SealCI is a Continuous Integration (CI) system built using Rust and designed with a microservices architecture.
SealCI is written in Rust and makes use of the following libraries:
- actix-cors
- actix-multipart
- actix-web
- async-stream
- async-trait
- bollard
- clap
- dotenv
- env_logger
- futures
- futures-util
- lazy_static
- log
- prost
- prost-build
- reqwest
- scalar-doc
- serde
- serde_json
- serde_yaml
- sqlx
- sysinfo
- thiserror
- tokio
- tokio-stream
- tonic
- tonic-reflection
- tracing
- tracing-subscriber
- url
- yaml-rust
You can get a similar result by running
cut -d' ' -f1 <file> |sed -r '/^\s*$/d' |sort |uniq |sed 's/^/- /'
with<file>
containing the list of all copied dependencies from the services'Cargo.tml
.
- Action: A CI atomic unit containing infrastructure, environment, and commands to execute.
- Action status: The state of the execution of an action (running, successful, failed).
- Agent: A computing node registered with the scheduler.
- Agent pool: The set of all registered agents.
- Pipeline: A set of actions to be executed, declared as a YAML file.
- Scheduling: Selection of an agent to execute an action.
For detailed documentation on each component, please refer to the respective markdown files in the docs/arch
directory.
SealCI is made up of four independant microservices that serve different purpose. They are pipelined together to create a working CI:
- The Monitor interfaces between the end user, its repository and a Controller.
- The Controller couples to a Scheduler to send actions and receive results and logs.
- The Scheduler registers Agents, sends them actions and transfers results and logs.
- The Agent executes code in the desired environment, and sends back results and logs.
Each service can be hosted, deployed and used separately.
You can find further documentation inside each service's directory, such as scheduler/README.md
or scheduler/src/interfaces/README.md
.
The Monitor listens for specific events from remote Git repositories and triggers the controller to launch a CI process based on these events.
Features:
- Listening to events from remote Git repositories.
- Exposing a REST API to update the monitoring configuration.
- Recognizing event types and triggering pipelines accordingly.
The Controller translates a pipeline declaration file into a list of actions to be executed.
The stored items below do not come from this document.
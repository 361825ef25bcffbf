import fc from 'fast-check';
import { describe, expect, it } from 'vitest';
import { decimalOfDouble, encloseDecimal, isDecimalLiteral, parseDecimal } from '../../src/interval/decimal-literal.js';
import { nearestMidpoint, nearestOfLiteral } from '../../src/interval/float-arith.js';
import { MAX, nextUp } from '../../src/interval/round.js';
import { Exact, anyDouble, exact } from './oracle.js';

/** lo ≤ value ≤ hi (decimal.js, exact) and lo, hi equal or adjacent. */
function checkEnclosure(s: string): { lo: number; hi: number } {
  const e = encloseDecimal(s);
  const v = new Exact(s);
  if (e.lo !== -Infinity) expect(exact(e.lo).lte(v), `${s}: lo ${e.lo}`).toBe(true);
  if (e.hi !== Infinity) expect(exact(e.hi).gte(v), `${s}: hi ${e.hi}`).toBe(true);
  expect(e.lo === e.hi || nextUp(e.lo) === e.hi, `${s}: [${e.lo}, ${e.hi}] not tight`).toBe(true);
  return e;
}

describe('encloseDecimal', () => {
  it('required literals (task statement); enclosures checked with decimal.js', () => {
    for (const s of ['0.1', '3.83', '1e-320', '1.7976931348623157e308', '2.5e-324', '-0.1', '+3.83', '1E-5', '.5', '7.']) checkEnclosure(s);
    // 0.1 is not a double: two adjacent doubles (common practice, no source).
    expect(encloseDecimal('0.1')).toEqual({ lo: 0.09999999999999999, hi: 0.1 });
    // 2.5e-324 lies between 0 and 2^-1074 ≈ 4.94e-324 (closed form).
    expect(encloseDecimal('2.5e-324')).toEqual({ lo: 0, hi: 2 ** -1074 });
    expect(encloseDecimal('-2.5e-324')).toEqual({ lo: -(2 ** -1074), hi: 0 });
    // 1.7976931348623157e308 is below MAX = 1.797693134862315708…e308 (from memory; decimal check above).
    expect(encloseDecimal('1.7976931348623157e308').hi).toBe(MAX);
  });
  it('exactly representable values give a point', () => {
    expect(encloseDecimal('0.5')).toEqual({ lo: 0.5, hi: 0.5 });
    expect(encloseDecimal('-1024')).toEqual({ lo: -1024, hi: -1024 });
    expect(encloseDecimal('0')).toEqual({ lo: 0, hi: 0 });
    expect(encloseDecimal('-0.000')).toEqual({ lo: 0, hi: 0 });
    expect(encloseDecimal('4.9406564584124654e-324').lo).toBe(0); // just below 2^-1074
    expect(encloseDecimal(decimalOfDouble(2 ** -1074))).toEqual({ lo: 2 ** -1074, hi: 2 ** -1074 });
  });
  it('beyond the double range: an infinite end (huge) or a zero end (tiny)', () => {
    expect(encloseDecimal('1e400')).toEqual({ lo: MAX, hi: Infinity });
    expect(encloseDecimal('-1e400')).toEqual({ lo: -Infinity, hi: -MAX });
    expect(encloseDecimal('1.7976931348623159e308')).toEqual({ lo: MAX, hi: Infinity }); // above MAX (from memory)
    expect(encloseDecimal('1e-400')).toEqual({ lo: 0, hi: 2 ** -1074 });
    expect(encloseDecimal('1e-999999999999')).toEqual({ lo: 0, hi: 2 ** -1074 });
    expect(encloseDecimal('1e999999999999')).toEqual({ lo: MAX, hi: Infinity });
  });
  it('random decimal literals are enclosed tightly (decimal.js exact comparison)', () => {
    const lit = fc
      .tuple(fc.boolean(), fc.bigInt({ min: 0n, max: 10n ** 40n }), fc.integer({ min: -340, max: 320 }))
      .map(([neg, d, e]) => `${neg ? '-' : ''}${d}e${e}`);
    fc.assert(fc.property(lit, (s) => void checkEnclosure(s)), { numRuns: 500 });
  });
  it('rejects malformed literals', () => {
    for (const s of ['', 'abc', '1e', '--1', '0x10', '1,5', 'Infinity', 'NaN']) {
      expect(isDecimalLiteral(s)).toBe(false);
      expect(() => encloseDecimal(s)).toThrow(/not a decimal literal/);
    }
    expect(parseDecimal('12.50e-3')).toEqual({ negative: false, digits: 1250n, exp10: -5 });
  });
});

describe('decimalOfDouble', () => {
  it('is exact: decimal.js reads it back to the same double and the value matches', () => {
    fc.assert(
      fc.property(anyDouble, (x) => {
        const s = decimalOfDouble(x);
        expect(/^-?\d+(\.\d+)?$/.test(s)).toBe(true);
        const e = encloseDecimal(s);
        expect(e.lo === x && e.hi === x).toBe(true); // exact: the enclosure is the point itself
      }),
      { numRuns: 500 },
    );
  });
  it('known expansions (from memory; 0.1 as a double is 0.1000000000000000055511151231257827…)', () => {
    expect(decimalOfDouble(0.1)).toBe('0.1000000000000000055511151231257827021181583404541015625');
    expect(decimalOfDouble(-2.5)).toBe('-2.5');
    expect(decimalOfDouble(2 ** 70)).toBe('1180591620717411303424'); // 2^70 (from memory)
    expect(decimalOfDouble(-0)).toBe('0');
    expect(() => decimalOfDouble(Infinity)).toThrow();
  });
});

describe('nearest double of literals (float arithmetic constants, @heuristic)', () => {
  it('nearestOfLiteral agrees with the correctly rounded conversion', () => {
    for (const s of ['0.1', '3.83', '1e-320', '2.5e-324', '1.4', '0.3']) expect(nearestOfLiteral(s)).toBe(Number(s));
  });
  it('nearestMidpoint of [3.83, 3.84] is the double nearest 3.835 (by hand)', () => {
    expect(nearestMidpoint('3.83', '3.84')).toBe(3.835);
    expect(nearestMidpoint('-1', '1')).toBe(0);
    expect(nearestMidpoint('0.1', '0.1')).toBe(0.1);
  });
});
It ensures actions are executed in the correct order and provides pipeline state information.
Features:
- Users send pipelines containing actions to execute.
- Users can track actions by getting logs and states.
- The controller ensures actions are executed sequentially and handles failures.
The Controller may presently be too tightly coupled with the Scheduler.
The Scheduler receives a stream of CI actions and tracks a set of CI agents. It selects agents to run the received actions based on their resource capacities and current load.
Features:
- Functional without any registered agents.
- Tracks the state and capacity of each registered agent.
- Distributes actions to agents based on resource capacities and load.
- Transfers logs and workload execution result between the agent and controller services.
The agent is the powerhouse of SealCI. It receives actions and runs them to complete the operational part of the CI.
Features:
- Interfaces with the Docker daemon to execute workloads
- Transfers logs and result back to the controller through the scheduler.
- Registering with a Scheduler: The agent registers with a scheduler and establishes a bi-directional connection. Described like this, it's not a loosely-coupled microservice. Which means it may not be following a good philosophy.
- Health and Death: The agent streams health and status information to the scheduler.
- Launching Actions: The agent creates and runs a container based on the action execution environment configuration, executes commands, and cleans up after completion.